# For Sale: 2014 Cadillac XTS, Beautiful, get Select or Lux requests!



## FrankieInTheCadillac (Aug 28, 2015)

Beautiful Cadillac XTS Luxury. Black Raven exterior and Jet Black interior. Always well cared for, super clean inside and out. Professionally serviced at Kuni Cadillac and Jiffy Lube. Service records and clean title/pink slip in hand. I bought this car in April 2016. I just bought a replacement so want to sell this one. It has all of the bells and whistles you'd expect in a Cadillac but does not have a sunroof.


----------



## RideshareSpectrum (May 12, 2017)

FrankieInTheCadillac said:


> Beautiful Cadillac XTS Luxury. Black Raven exterior and Jet Black interior. Always well cared for, super clean inside and out. Professionally serviced at Kuni Cadillac and Jiffy Lube. Service records and clean title/pink slip in hand. I bought this car in April 2016. I just bought a replacement so want to sell this one. It has all of the bells and whistles you'd expect in a Cadillac but does not have a sunroof.


How mah?


----------



## FrankieInTheCadillac (Aug 28, 2015)

Asking $16,000.


----------



## FrankieInTheCadillac (Aug 28, 2015)

Reduced price to $15,500.


----------



## Snowblind (Apr 14, 2017)

How many Miles on it? Navi? Remote Start? Leather? Accidents reported? Will you post the VIN #?


----------



## VictorD (Apr 30, 2017)

Yeah. And come January it won't even be eligible to for Lux Black.
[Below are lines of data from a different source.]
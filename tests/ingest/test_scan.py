"""The ``scan`` outputs: the docs/usage.md ``scan --json`` object and the rich table."""

from __future__ import annotations

import json
from pathlib import Path

import numpy as np
from pydicom.uid import generate_uid
from rich.console import Console

from sigreport.ingest import index_study, print_scan_table, scan_to_json

from builders.dicom import CORONAL, write_classic_series

SERIES_KEYS = {  # docs/usage.md, "scan --json"
    "series_instance_uid", "series_number", "stack", "description", "modality", "role",
    "role_reason", "confidence", "n_instances", "size", "spacing_mm", "frame_of_reference_uid",
    "warnings",
}  # fmt: skip


def _study(tmp_path: Path) -> Path:
    stored = np.arange(3 * 4 * 5, dtype=np.int16).reshape(3, 4, 5)
    t2 = {"RepetitionTime": "4000", "EchoTime": "100", "ScanningSequence": "SE"}
    write_classic_series(tmp_path / "s3", stored, series_number=3, description="SERIES 3",
                         spacing=(0.5, 0.5, 4.0), extra=t2)  # fmt: skip
    uid = generate_uid()
    write_classic_series(tmp_path / "s4a", stored, series_number=4, series_uid=uid)
    write_classic_series(tmp_path / "s4b", stored, series_number=4, series_uid=uid,
                         direction=CORONAL)  # fmt: skip
    (tmp_path / "readme.txt").write_text("study notes")
    return tmp_path


def test_scan_json_object(tmp_path: Path) -> None:
    out = scan_to_json(index_study(_study(tmp_path)))
    json.dumps(out)  # serialisable as is
    assert set(out) == {"schema", "study_dir", "series", "skipped"}
    assert out["schema"] == "sigreport-scan/1"
    assert len(out["series"]) == 3
    for series in out["series"]:
        assert set(series) == SERIES_KEYS
    t2 = out["series"][0]
    assert t2["series_number"] == 3 and t2["stack"] is None and t2["role"] == "T2"
    assert t2["size"] == [5, 4, 3] and t2["spacing_mm"] == [0.5, 0.5, 4.0]
    assert t2["n_instances"] == 3 and t2["modality"] == "MR" and t2["warnings"] == []
    assert [s["stack"] for s in out["series"][1:]] == ["axial", "coronal"]
    assert out["skipped"] == [
        {"path": str(tmp_path / "readme.txt"), "reason": "not a DICOM file (no DICM prefix)"}
    ]


def test_scan_table_lists_stacks_and_skipped_files(tmp_path: Path) -> None:
    console = Console(record=True, width=200)
    print_scan_table(index_study(_study(tmp_path)), console)
    text = console.export_text()
    assert "SERIES 3" in text and "T2 (0.90)" in text and "coronal" in text
    assert "5x4x3" in text
    assert "Skipped 1 file(s):" in text and "readme.txt: not a DICOM file" in text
Basically, a luxury car with unknown mileage that gets 18 mpg to drive Uber X and the few Select and even fewer Lux requests at CA gas prices.

Please, stop being so charitable. You're spoiling your fellow ants.


----------



## FrankieInTheCadillac (Aug 28, 2015)

Has 70,378 miles. Has navigation with OnStar subscription but I just use Apple CarPlay. All leather interior. PM me for VIN. Thank you.


----------



## Juggalo9er (Dec 7, 2017)

You lost me at jiffy lube


----------



## steveK2016 (Jul 31, 2016)

FrankieInTheCadillac said:


> All leather interior.


No shit?! Lol

Thats actually not a bad price for an XTS with only 70k. I believe cadillacs have 100k ppwer train warranty.


----------



## SEAL Team 5 (Dec 19, 2015)

Juggalo9er said:


> You lost me at jiffy lube


Hey, don't knock JL. They're Uber certified.


----------